::: EXTRACTED MATERIAL :::
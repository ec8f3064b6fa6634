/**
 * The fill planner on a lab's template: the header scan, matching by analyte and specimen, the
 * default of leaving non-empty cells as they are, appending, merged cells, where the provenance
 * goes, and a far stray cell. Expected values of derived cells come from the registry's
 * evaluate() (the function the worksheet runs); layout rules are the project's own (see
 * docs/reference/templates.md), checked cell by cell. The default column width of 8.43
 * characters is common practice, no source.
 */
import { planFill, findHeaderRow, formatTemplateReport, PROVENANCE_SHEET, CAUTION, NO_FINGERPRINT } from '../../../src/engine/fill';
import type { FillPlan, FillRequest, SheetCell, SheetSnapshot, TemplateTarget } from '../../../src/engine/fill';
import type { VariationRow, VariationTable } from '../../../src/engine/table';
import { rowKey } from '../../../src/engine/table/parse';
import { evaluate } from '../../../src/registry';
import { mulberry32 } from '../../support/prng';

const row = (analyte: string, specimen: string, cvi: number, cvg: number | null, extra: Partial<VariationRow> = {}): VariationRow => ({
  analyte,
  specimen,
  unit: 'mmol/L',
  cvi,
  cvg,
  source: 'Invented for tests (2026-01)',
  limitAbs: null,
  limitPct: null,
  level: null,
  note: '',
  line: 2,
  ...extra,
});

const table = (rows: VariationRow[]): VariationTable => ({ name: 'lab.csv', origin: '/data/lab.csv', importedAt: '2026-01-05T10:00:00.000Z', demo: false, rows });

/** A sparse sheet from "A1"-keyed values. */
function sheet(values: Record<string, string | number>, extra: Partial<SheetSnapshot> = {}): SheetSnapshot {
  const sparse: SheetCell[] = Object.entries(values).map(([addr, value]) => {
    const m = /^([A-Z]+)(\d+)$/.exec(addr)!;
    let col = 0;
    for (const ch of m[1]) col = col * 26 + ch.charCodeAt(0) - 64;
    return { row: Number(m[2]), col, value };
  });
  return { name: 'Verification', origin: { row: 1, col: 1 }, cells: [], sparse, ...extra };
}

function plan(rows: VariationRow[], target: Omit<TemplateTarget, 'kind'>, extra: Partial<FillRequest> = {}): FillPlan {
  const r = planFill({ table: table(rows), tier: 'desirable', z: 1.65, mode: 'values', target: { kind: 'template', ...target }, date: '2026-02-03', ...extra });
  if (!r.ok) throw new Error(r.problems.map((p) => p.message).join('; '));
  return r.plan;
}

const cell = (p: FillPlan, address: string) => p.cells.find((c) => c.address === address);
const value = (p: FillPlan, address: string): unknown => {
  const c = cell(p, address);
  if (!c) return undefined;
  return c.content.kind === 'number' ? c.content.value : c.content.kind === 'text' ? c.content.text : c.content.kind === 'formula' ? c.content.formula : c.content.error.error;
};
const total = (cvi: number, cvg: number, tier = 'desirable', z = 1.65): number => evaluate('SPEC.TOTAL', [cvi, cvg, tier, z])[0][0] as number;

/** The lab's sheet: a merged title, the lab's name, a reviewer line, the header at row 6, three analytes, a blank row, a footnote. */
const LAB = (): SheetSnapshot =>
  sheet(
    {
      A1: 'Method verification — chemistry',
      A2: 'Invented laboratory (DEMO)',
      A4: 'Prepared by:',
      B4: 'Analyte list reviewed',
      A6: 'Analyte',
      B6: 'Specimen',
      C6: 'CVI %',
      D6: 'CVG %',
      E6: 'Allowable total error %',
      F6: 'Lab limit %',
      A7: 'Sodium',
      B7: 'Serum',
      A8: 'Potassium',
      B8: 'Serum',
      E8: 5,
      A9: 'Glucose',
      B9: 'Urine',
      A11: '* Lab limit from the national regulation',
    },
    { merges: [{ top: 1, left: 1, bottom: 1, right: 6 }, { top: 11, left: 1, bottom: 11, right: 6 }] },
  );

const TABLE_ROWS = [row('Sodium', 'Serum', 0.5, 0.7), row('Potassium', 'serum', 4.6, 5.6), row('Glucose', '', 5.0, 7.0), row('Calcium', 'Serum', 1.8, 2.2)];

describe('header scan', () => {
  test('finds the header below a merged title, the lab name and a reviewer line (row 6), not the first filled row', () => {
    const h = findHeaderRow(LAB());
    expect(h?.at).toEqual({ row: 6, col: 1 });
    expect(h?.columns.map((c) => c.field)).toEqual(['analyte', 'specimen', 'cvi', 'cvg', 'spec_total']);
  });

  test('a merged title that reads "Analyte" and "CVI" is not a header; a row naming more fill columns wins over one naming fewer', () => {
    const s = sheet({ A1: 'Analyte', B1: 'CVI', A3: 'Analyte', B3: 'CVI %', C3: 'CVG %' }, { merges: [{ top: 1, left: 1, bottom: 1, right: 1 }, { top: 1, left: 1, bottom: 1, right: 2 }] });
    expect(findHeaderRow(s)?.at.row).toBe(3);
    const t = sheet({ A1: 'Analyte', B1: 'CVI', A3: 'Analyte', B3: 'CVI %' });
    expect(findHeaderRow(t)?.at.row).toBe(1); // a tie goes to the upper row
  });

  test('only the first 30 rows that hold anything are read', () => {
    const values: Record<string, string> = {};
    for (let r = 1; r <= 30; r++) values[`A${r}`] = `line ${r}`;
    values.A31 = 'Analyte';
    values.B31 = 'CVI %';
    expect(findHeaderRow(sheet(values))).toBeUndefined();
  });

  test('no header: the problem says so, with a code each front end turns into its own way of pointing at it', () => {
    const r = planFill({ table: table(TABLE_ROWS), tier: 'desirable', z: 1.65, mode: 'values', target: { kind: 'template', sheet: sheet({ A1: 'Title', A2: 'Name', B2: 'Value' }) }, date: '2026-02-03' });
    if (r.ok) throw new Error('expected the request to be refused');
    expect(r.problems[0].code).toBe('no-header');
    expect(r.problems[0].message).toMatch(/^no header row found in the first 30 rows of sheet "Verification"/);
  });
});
:::
::: EXTRACTED MATERIAL :::
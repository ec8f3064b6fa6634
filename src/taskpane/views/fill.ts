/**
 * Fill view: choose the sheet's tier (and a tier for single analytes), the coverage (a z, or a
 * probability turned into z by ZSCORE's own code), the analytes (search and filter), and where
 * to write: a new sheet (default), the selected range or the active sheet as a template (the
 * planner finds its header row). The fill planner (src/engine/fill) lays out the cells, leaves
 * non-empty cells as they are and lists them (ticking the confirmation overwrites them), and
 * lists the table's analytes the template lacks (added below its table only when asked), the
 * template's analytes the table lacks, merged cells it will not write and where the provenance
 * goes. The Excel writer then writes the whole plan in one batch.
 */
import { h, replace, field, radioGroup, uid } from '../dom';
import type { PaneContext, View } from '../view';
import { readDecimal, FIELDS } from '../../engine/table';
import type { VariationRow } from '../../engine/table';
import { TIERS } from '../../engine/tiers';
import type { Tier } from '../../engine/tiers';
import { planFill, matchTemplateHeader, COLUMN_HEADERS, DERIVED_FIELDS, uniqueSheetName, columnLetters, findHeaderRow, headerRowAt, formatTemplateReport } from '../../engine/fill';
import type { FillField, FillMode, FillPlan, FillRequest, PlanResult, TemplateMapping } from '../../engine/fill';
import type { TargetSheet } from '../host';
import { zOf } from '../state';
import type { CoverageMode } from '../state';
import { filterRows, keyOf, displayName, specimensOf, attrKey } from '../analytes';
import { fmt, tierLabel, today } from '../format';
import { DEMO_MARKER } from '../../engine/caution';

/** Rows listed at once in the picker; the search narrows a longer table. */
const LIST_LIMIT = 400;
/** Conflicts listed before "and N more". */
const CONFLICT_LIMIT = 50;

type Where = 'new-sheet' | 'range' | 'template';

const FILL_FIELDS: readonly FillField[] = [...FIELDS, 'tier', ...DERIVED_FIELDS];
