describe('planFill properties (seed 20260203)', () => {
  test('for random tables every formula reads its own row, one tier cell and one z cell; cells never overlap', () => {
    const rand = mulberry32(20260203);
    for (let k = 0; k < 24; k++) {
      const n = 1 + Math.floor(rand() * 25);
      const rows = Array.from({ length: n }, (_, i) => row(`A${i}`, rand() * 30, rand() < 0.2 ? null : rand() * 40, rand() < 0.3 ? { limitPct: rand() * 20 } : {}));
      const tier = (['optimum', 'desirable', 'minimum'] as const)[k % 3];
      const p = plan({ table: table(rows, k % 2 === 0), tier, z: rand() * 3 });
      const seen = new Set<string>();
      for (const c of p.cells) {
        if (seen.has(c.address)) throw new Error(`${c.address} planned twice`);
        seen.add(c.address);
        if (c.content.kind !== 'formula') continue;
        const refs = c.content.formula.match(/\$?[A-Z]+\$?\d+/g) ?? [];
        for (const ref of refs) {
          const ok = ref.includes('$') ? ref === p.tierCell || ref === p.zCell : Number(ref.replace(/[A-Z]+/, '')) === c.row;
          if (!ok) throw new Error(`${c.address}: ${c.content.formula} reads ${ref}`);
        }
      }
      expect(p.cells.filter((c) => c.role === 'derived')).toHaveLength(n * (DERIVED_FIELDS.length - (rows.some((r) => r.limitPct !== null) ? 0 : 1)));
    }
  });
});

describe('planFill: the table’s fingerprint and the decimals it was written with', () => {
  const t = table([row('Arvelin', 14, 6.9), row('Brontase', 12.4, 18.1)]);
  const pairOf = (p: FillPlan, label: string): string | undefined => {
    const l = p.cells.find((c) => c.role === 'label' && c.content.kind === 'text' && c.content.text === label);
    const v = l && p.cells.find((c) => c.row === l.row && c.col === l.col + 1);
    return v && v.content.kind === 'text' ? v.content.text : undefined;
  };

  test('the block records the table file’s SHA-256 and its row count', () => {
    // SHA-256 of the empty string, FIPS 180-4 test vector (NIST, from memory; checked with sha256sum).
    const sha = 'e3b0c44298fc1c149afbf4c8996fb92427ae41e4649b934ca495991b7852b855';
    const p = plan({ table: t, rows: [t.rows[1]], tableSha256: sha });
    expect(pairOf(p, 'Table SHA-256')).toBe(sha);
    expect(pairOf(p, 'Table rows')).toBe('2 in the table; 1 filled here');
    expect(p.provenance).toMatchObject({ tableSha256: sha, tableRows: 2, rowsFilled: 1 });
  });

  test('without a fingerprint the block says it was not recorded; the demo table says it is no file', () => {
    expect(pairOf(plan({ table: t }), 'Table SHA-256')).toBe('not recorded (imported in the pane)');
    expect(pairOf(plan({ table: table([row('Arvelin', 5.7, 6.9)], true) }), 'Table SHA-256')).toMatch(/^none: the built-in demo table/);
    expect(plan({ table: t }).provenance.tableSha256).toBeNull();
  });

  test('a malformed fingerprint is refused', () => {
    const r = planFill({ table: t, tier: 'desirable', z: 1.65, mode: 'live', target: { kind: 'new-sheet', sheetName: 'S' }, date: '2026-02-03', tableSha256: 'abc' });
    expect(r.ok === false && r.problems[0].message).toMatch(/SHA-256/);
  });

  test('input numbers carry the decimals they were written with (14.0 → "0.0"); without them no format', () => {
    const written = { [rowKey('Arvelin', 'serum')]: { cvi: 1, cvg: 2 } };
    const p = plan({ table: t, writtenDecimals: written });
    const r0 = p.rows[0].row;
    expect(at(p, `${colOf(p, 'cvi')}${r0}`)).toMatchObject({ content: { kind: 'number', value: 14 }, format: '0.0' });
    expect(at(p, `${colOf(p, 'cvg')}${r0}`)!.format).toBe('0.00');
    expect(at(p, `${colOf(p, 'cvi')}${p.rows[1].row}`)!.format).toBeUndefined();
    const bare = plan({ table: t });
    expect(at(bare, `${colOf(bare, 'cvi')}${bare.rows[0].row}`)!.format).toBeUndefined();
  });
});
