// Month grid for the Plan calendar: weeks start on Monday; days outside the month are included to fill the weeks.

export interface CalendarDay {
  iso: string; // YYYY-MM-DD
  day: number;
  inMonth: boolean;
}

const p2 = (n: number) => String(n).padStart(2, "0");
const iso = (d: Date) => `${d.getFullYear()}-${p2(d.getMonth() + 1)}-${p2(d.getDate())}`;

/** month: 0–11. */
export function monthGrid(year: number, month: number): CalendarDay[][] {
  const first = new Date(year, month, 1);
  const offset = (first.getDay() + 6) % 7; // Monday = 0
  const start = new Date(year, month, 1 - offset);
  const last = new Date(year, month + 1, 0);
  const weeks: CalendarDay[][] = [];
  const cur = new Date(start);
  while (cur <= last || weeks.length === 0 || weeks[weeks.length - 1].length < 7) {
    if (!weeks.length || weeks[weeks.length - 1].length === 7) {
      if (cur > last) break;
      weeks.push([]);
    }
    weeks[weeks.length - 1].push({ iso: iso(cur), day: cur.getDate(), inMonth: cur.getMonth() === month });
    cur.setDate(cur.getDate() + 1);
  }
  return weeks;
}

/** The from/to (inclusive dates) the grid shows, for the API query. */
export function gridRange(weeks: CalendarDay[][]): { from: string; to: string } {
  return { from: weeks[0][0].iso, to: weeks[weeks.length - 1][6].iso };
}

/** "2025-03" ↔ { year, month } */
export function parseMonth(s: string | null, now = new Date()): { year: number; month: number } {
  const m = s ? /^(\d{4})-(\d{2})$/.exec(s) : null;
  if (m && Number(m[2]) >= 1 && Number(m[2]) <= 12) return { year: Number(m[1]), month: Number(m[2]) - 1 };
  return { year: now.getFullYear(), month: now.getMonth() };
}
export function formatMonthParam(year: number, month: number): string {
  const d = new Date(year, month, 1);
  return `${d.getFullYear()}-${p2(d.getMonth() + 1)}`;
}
:::
What are the lines above, starting at the one with "2, rowsFilled: 1" and ending at the one with "cvi: 1, cvg: 2"? Give them again exactly, and only them.

    expect(p.provenance).toMatchObject({ tableSha256: sha, tableRows: 2, rowsFilled: 1 });
  });

  test('without a fingerprint the block says it was not recorded; the demo table says it is no file', () => {
    expect(pairOf(plan({ table: t }), 'Table SHA-256')).toBe('not recorded (imported in the pane)');
    expect(pairOf(plan({ table: table([row('Arvelin', 5.7, 6.9)], true) }), 'Table SHA-256')).toMatch(/^none: the built-in demo table/);
    expect(plan({ table: t }).provenance.tableSha256).toBeNull();
  });

  test('a malformed fingerprint is refused', () => {
    const r = planFill({ table: t, tier: 'desirable', z: 1.65, mode: 'live', target: { kind: 'new-sheet', sheetName: 'S' }, date: '2026-02-03', tableSha256: 'abc' });
    expect(r.ok === false && r.problems[0].message).toMatch(/SHA-256/);
  });

  test('input numbers carry the decimals they were written with (14.0 → "0.0"); without them no format', () => {
    const written = { [rowKey('Arvelin', 'serum')]: { cvi: 1, cvg: 2 } };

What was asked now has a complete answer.